To reiterate, a preenforcement challenge to a community custody
condition is ripe when the issues are mainly legal, do not require further factual
development, and the action is final. Nelson, 565 P.3d at 913. A
preenforcement challenge is not ripe for review when it “rests on the factually
unsupported assumption that [breath analysis] and [urinalysis] testing will be
‘conducted in an unreasonable manner’ or ‘used impermissibly as part of a
fishing expedition to discover evidence of other crimes.’ ” Nelson, 565 P.3d at
914 (internal quotation marks omitted) (quoting State v. Olsen, 189 Wn.2d 118,
134, 399 P.3d 1141 (2017)).
Murillo Márquez’s breath analysis and urinalysis conditions do not require
him to do, or refrain from doing, anything upon his release unless and until DOC
requests it. Consequently, his challenge again requires further factual
development. The issue is not ripe for review.
10 No. 86108-5-I/11
Statutory Maximum
Lastly, Murillo Márquez states that the no-contact order limiting contact
with H.G. and other minors exceeds the statutory maximum for child molestation
and is therefore unlawful on its face. The State agrees.
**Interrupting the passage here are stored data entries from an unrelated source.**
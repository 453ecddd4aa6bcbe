//! A season under way: day after day what is set, what is decided, what the pool then does.
//!
//! Methods: `docs/methods.md`, section 8.

use std::ops::ControlFlow;

use chrono::{Days, NaiveDate, NaiveTime};

use crate::mix::limits::{Before, Check};
use crate::mix::{Asked, Day, groups, levels, release};
use crate::profile::Profile;
use crate::river;
use crate::site::{Site, Strategy};
use crate::target::DAM;
use crate::withdrawal::CrestForm;

use super::aims::asking;
use super::ahead::ahead;
use super::decide::{Choice, Chosen, Decision, NoMix, Why};
use super::layers::Layers;
use super::plan::PlanDay;
use super::run::{Choosing, Ended, Run, SeasonDay, Setup};
use super::set::{Flowing, flowing};
use super::step::{Forcing, Inflow, day};

/// Length of the day, s; exact.
const DAY_S: f64 = 86_400.0;

/// A season under way.
#[derive(Clone)]
pub(super) struct Going<'a> {
    setup: &'a Setup<'a>,
    /// The site under the air of the case, with the outages of the plan and the inflow of the day.
    site: Site,
    groups: Vec<Vec<usize>>,
    /// What is left of the plan.
    ahead: std::vec::IntoIter<PlanDay>,
    length: usize,
    layers: Layers,
    /// What is set.
    asked: Option<Asked>,
    /// Temperature of the last release, C.
    last_c: Option<f64>,
    run: Run,
}

/// What a day needs before it can be gone through.
struct Morning {
    plan: PlanDay,
    pool_m: f64,
    release_m3s: f64,
    profile: Profile,
    /// What was set, as it would flow today.
    set: Option<Flowing>,
}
Murillo Márquez is
correct and we remand for the trial court to limit the no-contact term to 10 years.
A trial court’s authority to impose sentencing conditions is statutory. In re
Postsentence Review of Leach, 161 Wn.2d 180, 184, 163 P.3d 782 (2007).
Sentencing provisions outside the authority of the trial court are unlawful. State
v. Pringle, 83 Wn.2d 188, 193-94, 517 P.2d 192 (1973). Erroneous or otherwise
unlawful sentences may be challenged for the first time on appeal. State v. Bahl,
164 Wn.2d 739, 744, 193 P.3d 678 (2008).
Under RCW 9.94A.505, a trial court may impose no-contact orders with
victims as a crime-related prohibition as long as the no-contact period does not
exceed the statutory maximum sentence. State v. Armendariz, 160 Wn.2d 106,
108, 120, 156 P.3d 201 (2007). RCW 9.94A.030(50) defines “statutory maximum
sentence” as “the maximum length of time for which an offender may be confined
as punishment for a crime.” Child molestation is a class B felony.
RCW 9A.44.086(2). The statutory maximum for a class B felony is 10 years.
RCW 9A.20.021(1)(b).
Here, the no-contact order prohibits Murillo Márquez from contact with
H.G. and other minors for a term of 20 years. As this exceeds the statutory
maximum sentence for child molestation, the no-contact order is unlawful. We
11 No. 86108-5-I/12
remand for the trial court to limit the no-contact order to the statutory maximum of
10 years.
We affirm the community custody condition requiring Murillo Márquez to
inform his CCO and sexual deviancy treatment provider of any dating
relationship, disclose his sex offender status to any potential partner, and obtain
permission from his CCO before engaging in sexual contact; conclude that the
community custody conditions requiring home visits and drug and alcohol testing
are not ripe for review; and remand for the trial court to modify the no-contact
order to comply with the statutory maximum.